Ум – это врожденное, талант – нарабатываемое, подумал Маяковский об Арагоне, стараясь передать тяжелому костяному шару свое острое нежелание видеть его в лузе; он верил, что и вещам можно диктовать волю, не только человеку; лишь людское множество неуправляемо и катит по тому пути, который загодя прочерчен таинственным геометром; фу, гадко, слабость, откуда это во мне?! А откуда в тебе решение уйти? Ты ведь не хочешь этого, но случилось что-то такое, что выше тебя, неподвластно твоей воле и, видимо, угодно не только тебе одному…

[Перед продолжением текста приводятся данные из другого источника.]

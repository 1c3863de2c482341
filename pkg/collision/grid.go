package collision

import (
	"context"
	"errors"
	"fmt"
	"math"
	"runtime"
	"slices"
	"sync"

	"github.com/falloff-kinetics/falloff/pkg/rrkm"
	"github.com/falloff-kinetics/falloff/pkg/units"
)

// Channel is a reactant and the transition state of its reaction channel,
// with their state counters; the counters must reach CeilingFor's energy at
// the highest temperature of a grid. Competing lists further channels out of
// the same well (their Reactant is ignored): the master equation then has
// several sinks, and results are given per channel as well as in total.
type Channel struct {
	Reactant, TS *rrkm.Counter
	L            float64 // reaction-path degeneracy
	E0           float64 // threshold, cm⁻¹
	Name         string
	// Micro, if set, gives the channel's k(E) on grains at temperature tK
	// in place of RRKM with TS (a tunnelling-corrected or inverse-Laplace
	// channel); TS may then be nil.
	Micro     func(g rrkm.Grains, tK float64) (*rrkm.Micro, error)
	Competing []Channel
	// JWeights, if set on the well's (first) channel, resolves the well in
	// angular momentum: at tK it returns the weights of the well's J
	// components (summing to 1). The master equation is then solved once
	// per component, J conserved, with each channel's k(E) from
	// MicroJ(g, tK, q) (Micro for a channel without MicroJ), and every rate
	// is the weighted sum over the components.
	JWeights func(tK float64) []float64
	MicroJ   func(g rrkm.Grains, tK float64, q int) (*rrkm.Micro, error)
	// JThreshold, if set with JWeights, gives the lowest threshold of J
	// component q at tK (cm⁻¹), on which that component's grid puts a
	// grain edge.
	JThreshold func(tK float64, q int) float64
}

// channels returns the channel and its competitors.
func (ch Channel) channels() []Channel { return append([]Channel{ch}, ch.Competing...) }

// lowestE0 is the lowest threshold of the well's channels.
func (ch Channel) lowestE0() float64 {
	e := ch.E0
	for _, c := range ch.Competing {
		e = math.Min(e, c.E0)
	}
	return e
}

// countedTop is the highest energy every counter of the well reaches, in
// cm⁻¹ above the reactant's zero-point level.
func (ch Channel) countedTop() float64 {
	top := ch.Reactant.Ceiling()
	for _, c := range ch.channels() {
		if c.TS != nil {
			top = math.Min(top, c.TS.Ceiling()+c.E0)
		}
	}
	return top
}

// micro returns the channel's k(E) on grains g at tK.
func (ch Channel) micro(reactant *rrkm.Counter, g rrkm.Grains, tK float64) (*rrkm.Micro, error) {
	if ch.Micro != nil {
		return ch.Micro(g, tK)
	}
	if ch.TS == nil {
		return nil, errors.New("collision: a channel has neither a transition state nor k(E)")
	}
	if top := g.Top(); top-ch.E0 > ch.TS.Ceiling()+ch.TS.Fine() {
		return nil, fmt.Errorf("collision: ceiling %.0f cm-1 above the counted transition-state states (%.0f cm-1)", top, ch.TS.Ceiling()+ch.E0)
	}
	return rrkm.RRKM(reactant, ch.TS, ch.L, g), nil
}

// Options override the automatic energy grid of the master equation.
type Options struct {
	Grain   float64 // grain width in cm⁻¹; 0 = min(α/5, kT/5)
	Ceiling float64 // top of the grid in cm⁻¹; 0 = automatic (CeilingFor)
	Jobs    int     // worker goroutines over temperatures; 0 = GOMAXPROCS
	// SkipConvergence turns off the grain and ceiling convergence check.
	SkipConvergence bool
	// Progress, if set, is called (from worker goroutines) after each
	// temperature is done.
	Progress func()
}

// MaxMatrixEntries bounds the banded matrix (8 bytes an entry, 400 MB).
const MaxMatrixEntries = 50_000_000

// ErrTooLarge reports a master-equation grid that would not fit in memory.
var ErrTooLarge = errors.New("collision: master-equation grid too large for memory")

// tailTol is the relative size below which the Boltzmann tails of the
// reactant and of the transition-state flux W‡(E−E0)e^(−E/kT) are cut.
const tailTol = 1e-10

// CeilingKTMax is the most kT above the threshold an automatic ceiling takes
// for a channel whose thermal distributions end below it (CeilingBound).
const CeilingKTMax = 60

// HeadroomKT is how far, in kT, the convergence check raises the ceiling:
// state counts must reach this far above the largest ceiling a grid uses.
const HeadroomKT = 10

// CeilingBound returns the highest automatic ceiling for one channel at tK:
// E0 + CeilingKTMax·kT, or higher where the reactant's or the transition
// state's thermal distribution extends further (rrkm.Species.ThermalCeiling:
// a large molecule at high temperature holds most of its population far
// above E0). ts is nil for a channel without a transition state. Counters
// built to the largest CeilingBound over a grid's temperatures, plus 10 kT
// (HeadroomKT) for the convergence check, suffice for Run.
func CeilingBound(reactant, ts *rrkm.Species, e0, tK float64) float64 {
	top := math.Max(e0+CeilingKTMax*units.KT(tK), reactant.ThermalCeiling(tK))
	if ts != nil {
		top = math.Max(top, e0+ts.ThermalCeiling(tK))
	}
	return top
}

// CeilingFor returns the automatic energy ceiling at tK: E0 plus the least
// whole number of kT (at least 10, and not beyond CeilingBound) beyond which
// both the reactant's Boltzmann distribution ρ(E)e^(−E/kT) and the
// transition-state flux W‡(E−E0)e^(−E/kT) have fallen below tailTol of their
// maxima. It fails if the counters end before that.
func CeilingFor(ch Channel, tK float64) (float64, error) {
	top := 0.0
	for _, c := range ch.channels() {
		c.Reactant = ch.Reactant
		e, err := c.ceiling(tK)
		if err != nil {
			return 0, err
		}
		top = math.Max(top, e)
	}
	return top, nil
}

// ceiling is CeilingFor for one channel; without a transition-state counter
// only the reactant's tail counts, and at least 30 kT are taken.
func (ch Channel) ceiling(tK float64) (float64, error) {
	kt := units.KT(tK)
	least := 10
	var ts *rrkm.Species
	if ch.TS == nil {
		least = 30
	} else {
		ts = ch.TS.Species()
	}
	most := int(math.Ceil((CeilingBound(ch.Reactant.Species(), ts, ch.E0, tK) - ch.E0) / kt))
	counted := ch.Reactant.Ceiling() - kt/2
	if ch.TS != nil {
		counted = math.Min(counted, ch.TS.Ceiling()+ch.E0)
	}
	gR, gT := math.Inf(-1), math.Inf(-1)
	lnTol := math.Log(tailTol)
	for m := 1; m <= most; m++ {
		x := float64(m) * kt
		e := ch.E0 + x
		if e > counted {
			return 0, fmt.Errorf("collision: at %g K the thermal distribution reaches beyond the counted states (%.0f cm-1) (hint: count states up to CeilingBound, %.0f cm-1)",
				tK, counted, ch.E0+float64(most)*kt)
		}
		// In log space: a large molecule's numbers of states here are
		// beyond the floating-point range (rrkm.Counter.Scale).
		lr := ch.Reactant.LogStates(e-kt/2, e+kt/2) - e/kt
		lt := math.Inf(-1)
		if ch.TS != nil {
			lt = ch.TS.LogSum(x) - x/kt
		}
		gR, gT = math.Max(gR, lr), math.Max(gT, lt)
		if m >= least && lr < gR+lnTol && (ch.TS == nil || lt < gT+lnTol) {
			return e, nil
		}
	}
	return ch.E0 + float64(most)*kt, nil
}

// GrainFor returns the automatic grain at tK: min(α/5, kT/5) for the
// exponential-down model (fine enough to resolve one collision's transfer
// and the Boltzmann factor), kT/5 for the strong collider.
func GrainFor(tr Transfer, tK float64) float64 {
	g := units.KT(tK) / 5
	if !tr.Strong {
		g = math.Min(g, tr.Alpha(tK)/5)
	}
	return g
}

// TemperatureResult is the master-equation result at one temperature.
type TemperatureResult struct {
	T      float64
	K      []float64 // k(T,P) in s⁻¹, one per pressure
	KInfME float64   // Σ F·k on the master-equation grains (the P → ∞ limit)
	K0     float64   // low-pressure limit k0 in cm³ molecule⁻¹ s⁻¹
	Z      float64   // collision rate constant, cm³ molecule⁻¹ s⁻¹
	// HalfPressure is the pressure in Pa where k = KInfME/2 (p½).
	HalfPressure float64
	// PrOne is the pressure in Pa where the reduced pressure
	// Pr = k0[M]/k∞ is 1 (k∞ = KInfME), the centre of Troe's falloff
	// curve, and Fcent = k/(k∞·Pr/(1+Pr)) = 2k/k∞ there: the broadening
	// of the master-equation curve at its centre (Gilbert, Luther & Troe,
	// Ber. Bunsenges. Phys. Chem. 87, 169, 1983).
	PrOne, Fcent float64
	Grain        float64 // cm⁻¹
	Ceiling      float64 // cm⁻¹
	Grains       int
	Band         int
	// Rescaled counts the grains where the kernel's upward probabilities
	// were scaled to keep detailed balance (see ExponentialDown).
	Rescaled int
	// Per channel (in the order of Channel.channels): k(T,P) for each
	// pressure, the high-pressure limit and k0. They sum to K, KInfME and
	// K0; branching fractions are KC[c][j]/K[j].
	KC    [][]float64
	KInfC []float64
	K0C   []float64
}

Вспомнил отчего-то, как учил играть на бильярде Лилю; такая тоненькая, а удар резкий, если человек талантлив – он во всем талантлив. Только Лиля чувствовала, как надо красить его рисунки в РОСТе, только она понимала кадр на съемочной площадке, лишь она понимает, что с ним…
Григорий Иванович перетоньшил, шар волчком завертелся на сукне, конечно, бить его трудно, но все же это шанс; если я положу «семерку», партия будет моей, загадал он. Загадывать на желаемое было его страстью.
«Семерку» он положил с клацем, убойно; легко взял и «пятнадцатого».
– По всему, будем играть последнего шара, – заметил Григорий Иванович.
– Я и его положу, – пообещал Маяковский.
Маркер покачал головой:
– Нет, Владим Владимыч, не положите. В вас мягкость появилась… Вы как словно с большого устатку, а это проигрышное дело. Либо уж надо стать ремесленником, вроде меня: вас стих кормит, меня – шар, упускать нельзя, оголодаю.
…Как-то Триоле показала ему огромный платан на Монмартре: «Здесь продавала жареные каштаны древняя старуха в рванье, вечно пьяная, с немытыми, седыми патлами; когда она умерла, в ее конуре нашли сто тысяч франков; каждая купюра была пронумерована карандашом; даже в цифрах было заметно, как менялся почерк несчастной, – она торговала пятьдесят три года… Зачем было их нумеровать?»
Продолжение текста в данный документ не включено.